## BRIEF
Retype, exactly as they appear below, the lines between the line holding "scored = []" and the line holding "def contests(model: ReportModel, con)", both ends included.
-- DATA RECORDS follows --
"""Section 3, performance tables: estimation and inference measures per DGM setting,
the leader of each measure tested against the runner-up on paired replicates.

In the compact layout (many DGM settings) one table holds every scenario, a
row group each, and figures across each DGM's settings come first."""

from __future__ import annotations

from estbench.analyse.measures import MEASURES
from estbench.report import across
from estbench.report import data as report_data
from estbench.report.model import ReportModel, value_text
from estbench.report.sections.base import SectionInputs
from estbench.report.stats import (RANKINGS, Contest, badness, mcse_text, round_to_mcse, sign_of)

#: The entry of the page's table of contents.
TITLE = "Performance tables"
#: The name the template gives this section's content.
KEY = "performance"

#: The performance tables of each DGM setting and their measures (headings come
#: from the measure catalogue; every measure is in performance.csv). Two tables
#: keep each value's MCSE beside it on a page of ordinary width.
TABLE_PARTS = (
    ("Estimation", ("bias", "empirical_se", "rmse", "relative_efficiency", "crb_efficiency")),
    ("Inference", ("model_se", "coverage", "ci_width", "rejection_rate")),
)


def _leaders(model: ReportModel):
    """(scenario, estimand, measure, leader, runner-up, runner-up's badness) wherever
    two or more estimators of one estimand have a ranked measure."""
    for s in model.scenarios:
        for target in model.targets():
            for measure in RANKINGS:
                scored = []
                for i, est in enumerate(model.estimator_names(target)):
                    value = model.value(s["scenario"], est, measure)
                    if value is not None and value == value:   # present, not NaN
                        scored.append((badness(measure, value, model.level), i, est))
                if len(scored) >= 2:
                    (_, _, leader), (worse, _, runner) = sorted(scored)[:2]
                    yield s["scenario"], target, measure, leader, runner, worse


def contests(model: ReportModel, con) -> dict[tuple, Contest]:
    """``{(scenario, estimand, measure): Contest}`` of the leader against the
    runner-up, from the paired replicates (one query for every pair of estimators)."""
    by_pair: dict[tuple, list] = {}
    for found in _leaders(model):
        scenario, target, measure, leader, runner, scale = found
        by_pair.setdefault((scenario, target, *sorted((leader, runner))), []).append(found)
    if not by_pair:
        return {}
    pairs = {c: [] for c in report_data.PAIR_COLUMNS}
    for i, (scenario, target, first, second) in enumerate(by_pair):
        row = {"pair": i, "scenario": scenario, "est_a": first, "est_b": second,
               **_contribution_params(model, scenario, target, first, second)}
        for c in report_data.PAIR_COLUMNS:
            pairs[c].append(row[c])
    wanted = {f[2] for found in by_pair.values() for f in found}
    paired = {d["pair"]: d for d in report_data.paired_differences(con, pairs, [m for m in RANKINGS
                                                                               if m in wanted])}
    out = {}
    for i, ((scenario, target, first, second), found) in enumerate(by_pair.items()):
        d = paired.get(i)
        if d is None:      # no replicate where both succeeded
            continue
        for _, _, measure, leader, runner, scale in found:
            pairs, mean, sd = d[f"{measure}_pairs"], d[f"{measure}_mean"], d[f"{measure}_sd"]
            if not pairs:
                continue
            mcse = (sd or 0.0) / pairs ** 0.5 if pairs > 1 else float("nan")
            out[(scenario, target, measure)] = Contest(leader, runner, mean if runner == second else -mean,
                                                       mcse, pairs, scale)
    return out


def _contribution_params(model: ReportModel, scenario: str, target: str, a: str, b: str) -> dict:
    """Signs and centres of two estimators' per-replicate contributions (RANKINGS)."""
    truth = model.truth(scenario, target)["value"]
    params = {"truth": truth, "level": model.level}
    for tag, est in (("a", a), ("b", b)):
        bias = model.value(scenario, est, "bias") or 0.0
        coverage = model.value(scenario, est, "coverage")
        params[f"sb_{tag}"] = sign_of(bias)
        params[f"sc_{tag}"] = sign_of(coverage - model.level) if coverage is not None else 1.0
        params[f"m_{tag}"] = truth + bias
    return params


def performance_tables(model: ReportModel, decided: dict[tuple, Contest]) -> list[dict]:
    """One table per part of TABLE_PARTS that has a measure, rows grouped by scenario,
    estimators within: per DGM setting (groups by n), or in the compact layout one
    for the whole study (groups keyed by DGM, swept values and n)."""
    if model.compact:
        names = model.swept_names()
        several = len({f.dgm for f in model.families}) > 1
        keys = ["DGM"] * several + names + ["n"]
        layout = [("Every scenario", "all", None, keys,
                   [(s, [f.dgm] * several + [value_text(f.swept[k]) if k in f.swept else "—" for k in names]
                     + [s["n"]]) for f in model.families for s in f.scenarios])]
    else:
        layout = [(f.title, f.slug, f, ["n"], [(s, [s["n"]]) for s in f.scenarios]) for f in model.families]
    by_name = {m.name: m for m in MEASURES}
    tables = []
    for title, slug, family, keys, scenarios in layout:
        parts = []
        for part, names in TABLE_PARTS:
            measures = [{"name": name, "heading": by_name[name].short, "label": by_name[name].label}
                        for name in names if model.has(name, family)]
            if measures:
                parts.append({"title": part, "measures": measures,
                              "groups": _row_groups(model, scenarios, measures, decided)})
        tables.append({"title": title, "slug": slug, "keys": keys, "parts": parts})
    return tables


def _row_groups(model: ReportModel, scenarios: list[tuple], measures: list[dict], decided) -> list[dict]:
    groups = []
    for s, keys in scenarios:
        rows = []
        for est in model.estimator_names():
            bias = model.row(s["scenario"], est, "bias")
            if bias is None:
                continue
            target = model.target_of(est)
            cells = {}
            for m in measures:
                r = model.row(s["scenario"], est, m["name"])
                if r is not None:
                    cells[m["name"]] = {"value": round_to_mcse(r["value"], r["mcse"]),
                                        "mcse": mcse_text(r["mcse"]),
                                        **_mark(decided.get((s["scenario"], target, m["name"])), est)}
            rows.append({"estimator": est, "cells": cells, "n_ok": bias["n_ok"], "n_failed": bias["n_failed"]})
        if rows:
            groups.append({"n": s["n"], "keys": keys, "rows": rows})
    return groups


#: The measures drawn across the settings of a DGM in the compact layout.
ACROSS = ({"measure": "bias", "title": "bias", "hline": 0.0},
          {"measure": "empirical_se", "title": "empirical SE"},
          {"measure": "rmse", "title": "RMSE"})


def _mark(contest: Contest | None, estimator: str) -> dict:
    """How a cell is marked: 'best' (leader, decided), 'tie' (the leading two, undecided)."""
    if contest is None or estimator not in (contest.leader, contest.runner_up):
        return {"mark": None}
    z = contest.z
    zt = "∞" if z == float("inf") else f"{z:.1f}"
    if contest.decided:
        if estimator != contest.leader:
            return {"mark": None}
        return {"mark": "best", "note": f"best: ahead of {contest.runner_up} by {zt} MCSE "
                                        f"of the paired difference ({contest.pairs} pairs)"}
    other = contest.runner_up if estimator == contest.leader else contest.leader
    return {"mark": "tie", "note": f"within Monte Carlo error of {other} "
                                   f"(paired difference {zt} MCSE, {contest.pairs} pairs)"}


# ------------------------------------------------------------------ appendix


def build(inputs: SectionInputs) -> dict:
    model = inputs.model
    return {"tables": performance_tables(model, contests(model, inputs.con)),
            "across": across.figures_per_sweep(
                model, inputs.queue, ACROSS,
                "Bias, empirical SE and RMSE against the swept parameter. A bias whose band leaves the dashed "
                "zero line is larger than Monte Carlo error; where two bands overlap, the estimators are not "
                "told apart there (the table's ▲ and ≈ marks test it on paired replicates).")}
-- DATA RECORDS concluded --
## SOLVED PROBLEM
                scored = []
                for i, est in enumerate(model.estimator_names(target)):
                    value = model.value(s["scenario"], est, measure)
                    if value is not None and value == value:   # present, not NaN
                        scored.append((badness(measure, value, model.level), i, est))
                if len(scored) >= 2:
                    (_, _, leader), (worse, _, runner) = sorted(scored)[:2]
                    yield s["scenario"], target, measure, leader, runner, worse


def contests(model: ReportModel, con) -> dict[tuple, Contest]:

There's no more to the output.